Bei einem Raketenangriff auf Lwiw kamen am Mittwoch mindestens sieben Menschen ums Leben, 53 wurden verletzt. Drei der sieben Toten waren Kinder. Der Angriff ereignete sich in der Altstadt von Lwiw normalerweise ein relativ sicherer Ort in der Ukraine.
Schon im Juli hatte Präsident Wolodimir Selenskij eine umfassende Regierungsumbildung angekündigt. Ziel sei es, wie er sagte, die Regierungsarbeit unter der Last des Krieges effizienter zu machen. Die Kabinettsumbildung wird als eine Art „Neustart“ vor dem Winter dargestellt, der nach den heftigen russischen Angriffen auf kritische Infrastrukturen und schlechten Nachrichten von der Front voraussichtlich zu vermehrten Stromausfällen führen wird.
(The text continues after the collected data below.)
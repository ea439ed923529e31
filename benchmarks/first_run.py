"""A new user's first commands, on a machine where nothing is compiled yet and then again.

Each measurement runs as its own process tree, timed from start to exit, with the CPU time (user +
system) of the whole tree beside the wall time: on a shared machine the wall time also counts the
waits for a core. numba's cache is pointed (``NUMBA_CACHE_DIR``) at a fresh empty folder for the
cold runs, and the warm runs reuse the folder the cold run filled; the kernels built ahead of time
(``service.kernels``) are left out (``TRIMTAB_KERNELS=jit``):

* ``demo_cold`` / ``demo_warm``: ``trimtab demo --out DIR`` (both demo configs over the shipped
  103,680-event feed, with the report);
* ``serve_cold`` / ``serve_warm``: ``trimtab serve`` on the guarded demo config: seconds from start
  to the "listening" log line, to ``/readyz`` 200, to the first ``/v1/score`` answered 200 (the
  first score) and to the first acknowledged write of 500 demo events sent right after; then stopped
  with SIGTERM;
* ``check_config``: ``trimtab check-config guarded.toml`` (fastest of 5);
* ``python``: ``python3 -c pass`` (fastest of 5), the same-run baseline of a process start.

Goals (issue 14): ``demo_cold_s`` <= 30, ``serve_cold_first_ack_s`` <= 15 (from start),
``check_config_s`` < 1. Ratios against same-run baselines: ``demo_cold_vs_warm``,
``serve_first_ack_cold_vs_warm``, ``check_config_vs_python``. The last line is one JSON object.

Usage: ``python3 benchmarks/first_run.py [--rounds K] [--only demo serve check]`` (medians over rounds).
"""

from __future__ import annotations

import argparse
import ctypes
import errno
import gzip
import json
import os
import platform
import re
import resource
import secrets
import signal
import statistics
import subprocess
import sys
import tempfile
import time
import urllib.error
import urllib.request
from pathlib import Path

ROOT = Path(__file__).resolve().parents[1]
CONFIG = ROOT / "replay_data" / "configs" / "guarded.toml"
FEED = ROOT / "replay_data" / "coldchain-demo.ndjson.gz"
CLI = [sys.executable, "-m", "service.cli"]
_PR_SET_CHILD_SUBREAPER = 36


def _adopt_orphans() -> None:
    """Become the reaper of orphaned descendants (Linux), so that the CPU time of processes whose
    parent exits without waiting for them (multiprocessing's fork server) is counted too."""
    try:
        ctypes.CDLL(None, use_errno=True).prctl(_PR_SET_CHILD_SUBREAPER, 1, 0, 0, 0)
    except (OSError, AttributeError):
        pass


def _reap(deadline_s: float = 20.0) -> None:
    """Wait for every remaining descendant (orphans that were re-parented here) for a while."""
    end = time.monotonic() + deadline_s
    while time.monotonic() < end:
        try:
            pid, _ = os.waitpid(-1, os.WNOHANG)
        except ChildProcessError:
            return
        except OSError as exc:
            if exc.errno == errno.ECHILD:
                return
            raise
        if pid == 0:
            time.sleep(0.05)


def _cpu() -> float:
    ru = resource.getrusage(resource.RUSAGE_CHILDREN)
    return ru.ru_utime + ru.ru_stime


def _env(cache: Path) -> dict:
    path = os.pathsep.join(filter(None, [str(ROOT), os.environ.get("PYTHONPATH")]))
    # numba's JIT only (TRIMTAB_KERNELS=jit): no kernels built ahead of time from the user's cache
    # folder, and no background build after the cold run to blur the warm one (benchmarks/replay.py
    # measures the ahead-of-time start)
    return {**os.environ, "PYTHONPATH": path, "NUMBA_CACHE_DIR": str(cache), "TRIMTAB_KERNELS": "jit",
            "TRIMTAB_CACHE_DIR": str(cache / "trimtab")}


def timed(cmd: list[str], env: dict) -> tuple[float, float]:
    """Wall and CPU seconds of ``cmd``'s whole process tree."""
    c0, t0 = _cpu(), time.perf_counter()
    proc = subprocess.run(cmd, env=env, cwd=ROOT, stdout=subprocess.DEVNULL, stderr=subprocess.PIPE)
    wall = time.perf_counter() - t0
    _reap()
    if proc.returncode != 0:
        raise SystemExit(f"{' '.join(cmd)} failed:\n{proc.stderr.decode(errors='replace')[-3000:]}")
    return wall, _cpu() - c0


def demo_events(n: int) -> list[dict]:
    """The first ``n`` well-formed events of the demo feed (it also holds malformed lines on purpose)."""
    out = []
    for line in gzip.open(FEED).read().split(b"\n"):
        try:
            obj = json.loads(line)
        except ValueError:
            continue
        if (isinstance(obj, dict) and set(obj) == {"id", "ts", "features", "target"}
                and isinstance(obj["target"], float) and isinstance(obj["features"], dict)
                and all(_plain(v) for v in obj["features"].values())):
            out.append(obj)
            if len(out) == n:
                break
    return out


def _plain(value) -> bool:
    """A string, or a finite number that is not a boolean."""
    if isinstance(value, str):
        return True
    return isinstance(value, (int, float)) and not isinstance(value, bool) and abs(value) < float("inf")


def _call(url: str, body: bytes | None, token: str) -> int:
    req = urllib.request.Request(url, data=body, headers={"Authorization": f"Bearer {token}",
                                                          "Content-Type": "application/json"})
    try:
        with urllib.request.urlopen(req, timeout=300) as r:
            r.read()
            return r.status
    except urllib.error.HTTPError as exc:
        exc.read()
        return exc.code
    except OSError:
        return 0


def serve(cache: Path, work: Path, events: bytes, probe: bytes) -> dict:
    """Seconds from the start of ``trimtab serve`` to: listening, ready, first score, first ack."""
    token = secrets.token_hex(16)
    data = work / f"data-{secrets.token_hex(4)}"
    env = {**_env(cache), "TRIMTAB_TOKEN": token}
    c0, t0 = _cpu(), time.perf_counter()
    proc = subprocess.Popen(CLI + ["serve", "-c", str(CONFIG), "--port", "0", "--data-dir", str(data)],
                            env=env, cwd=ROOT, stdout=subprocess.DEVNULL, stderr=subprocess.PIPE)
    out: dict[str, float] = {}
    try:
        url = None
        for raw in proc.stderr:
            m = re.search(r"listening on (http://\S+)", raw.decode(errors="replace"))
            if m:
                url = m.group(1)
                break
        if url is None:
            raise SystemExit("trimtab serve did not start")
        out["listening_s"] = time.perf_counter() - t0
        while _call(url + "/readyz", None, token) != 200:
            if time.perf_counter() - t0 > 600:
                raise SystemExit("trimtab serve was not ready within 600 s")
            time.sleep(0.02)
        out["ready_s"] = time.perf_counter() - t0
        if _call(url + "/v1/score", probe, token) != 200:
            raise SystemExit("the first score was refused")
        out["first_score_s"] = time.perf_counter() - t0
        t1 = time.perf_counter()
        if _call(url + "/v1/events", events, token) != 200:
            raise SystemExit("the first write was refused")
        out["first_ack_s"] = time.perf_counter() - t0
        out["first_ingest_after_ready_s"] = time.perf_counter() - t1
    finally:
        proc.send_signal(signal.SIGTERM)
        proc.communicate(timeout=120)
        _reap()
    out["cpu_s"] = _cpu() - c0
    return out


def machine() -> dict:
    model = ""
    try:
        model = next(line.split(":", 1)[1].strip() for line in open("/proc/cpuinfo") if line.startswith("model name"))
    except (OSError, StopIteration):
        pass
    import numba
    import numpy

    return {"cpu": model, "cores": os.cpu_count(), "load_average_1min": round(os.getloadavg()[0], 2),
            "python": platform.python_version(), "numpy": numpy.__version__, "numba": numba.__version__,
            "date": time.strftime("%Y-%m-%d %H:%M UTC", time.gmtime())}


def main() -> None:
    ap = argparse.ArgumentParser(description=__doc__.split("\n")[0])
    ap.add_argument("--rounds", type=int, default=1)
    ap.add_argument("--only", nargs="*", default=["demo", "serve", "check"], choices=["demo", "serve", "check"])
    args = ap.parse_args()
    _adopt_orphans()
    rows: dict[str, list] = {}
    with tempfile.TemporaryDirectory(prefix="trimtab-first-run-") as tmp:
        work = Path(tmp)
        events = json.dumps(demo_events(500)).encode()
        probe = json.dumps({"features": demo_events(1)[0]["features"]}).encode()
        for r in range(args.rounds):
            if "demo" in args.only:
                cache = work / f"cache-demo-{r}"
                cache.mkdir()
                for kind in ("cold", "warm"):
                    rows.setdefault(f"demo_{kind}", []).append(
                        timed(CLI + ["demo", "--out", str(work / f"demo-{r}-{kind}")], _env(cache)))
            if "serve" in args.only:
                cache = work / f"cache-serve-{r}"
                cache.mkdir()
                for kind in ("cold", "warm"):
                    rows.setdefault(f"serve_{kind}", []).append(serve(cache, work, events, probe))
            if "check" in args.only:
                cache = work / f"cache-check-{r}"
                cache.mkdir()
                best = min((timed(CLI + ["check-config", str(CONFIG)], _env(cache)) for _ in range(5)),
                           key=lambda x: x[0])
                rows.setdefault("check_config", []).append(best)
                rows.setdefault("python", []).append(
                    min((timed([sys.executable, "-c", "pass"], _env(cache)) for _ in range(5)), key=lambda x: x[0]))
    out: dict = {"benchmark": "first_run", "rounds": args.rounds, "machine": machine()}
    print(f"{'measurement':<34} {'wall s':>8} {'cpu s':>8}")
    for name, vals in rows.items():
        if name.startswith("serve"):
            for key in vals[0]:
                med = statistics.median(v[key] for v in vals)
                out[f"{name}_{key}"] = round(med, 3)
                print(f"{name + ' ' + key:<34} {med:8.2f}")
        else:
            wall, cpu = statistics.median(v[0] for v in vals), statistics.median(v[1] for v in vals)
            out[f"{name}_s"], out[f"{name}_cpu_s"] = round(wall, 3), round(cpu, 3)
            print(f"{name:<34} {wall:8.2f} {cpu:8.2f}")
    if "demo_cold_s" in out:
        out["demo_cold_vs_warm"] = round(out["demo_cold_s"] / out["demo_warm_s"], 2)
        out["demo_cold_goal_met"] = out["demo_cold_s"] <= 30
    if "serve_cold_first_ack_s" in out:
        out["serve_first_ack_cold_vs_warm"] = round(out["serve_cold_first_ack_s"] / out["serve_warm_first_ack_s"], 2)
        out["serve_cold_first_ack_goal_met"] = out["serve_cold_first_ack_s"] <= 15
    if "check_config_s" in out:
        out["check_config_vs_python"] = round(out["check_config_s"] / out["python_s"], 2)
        out["check_config_goal_met"] = out["check_config_s"] < 1
    print(json.dumps(out))


if __name__ == "__main__":
    main()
Selenskij: „Der Herbst wird für die Ukraine äußerst wichtig sein. Und unsere staatlichen Institutionen müssen so aufgestellt werden, dass die Ukraine alle Ergebnisse erzielt, die wir brauchen … Wir müssen einige Bereiche in der Regierung stärken, und Personalentscheidungen sind vorbereitet.“
Für erheblich Aufregung in der Ukraine aber sorgte die Absetzung des Chefs des ukrainischen Energiekonzerns Ukrenergo. Wolodimir Kudrytskyi wurde am Montag entlassen - mit der Begründung, er habe beim Schutz der ukrainischen Energieanlagen versagt. Aus Protest gegen dieses Maßnahme haben zwei ausländische Direktoren den Vorstand des Konzerns verlassen. Hinter dem Rauswurf des Managers wurde ein Versuch des Präsidenten und seines Teams vermutet, die Macht zu zentralisieren.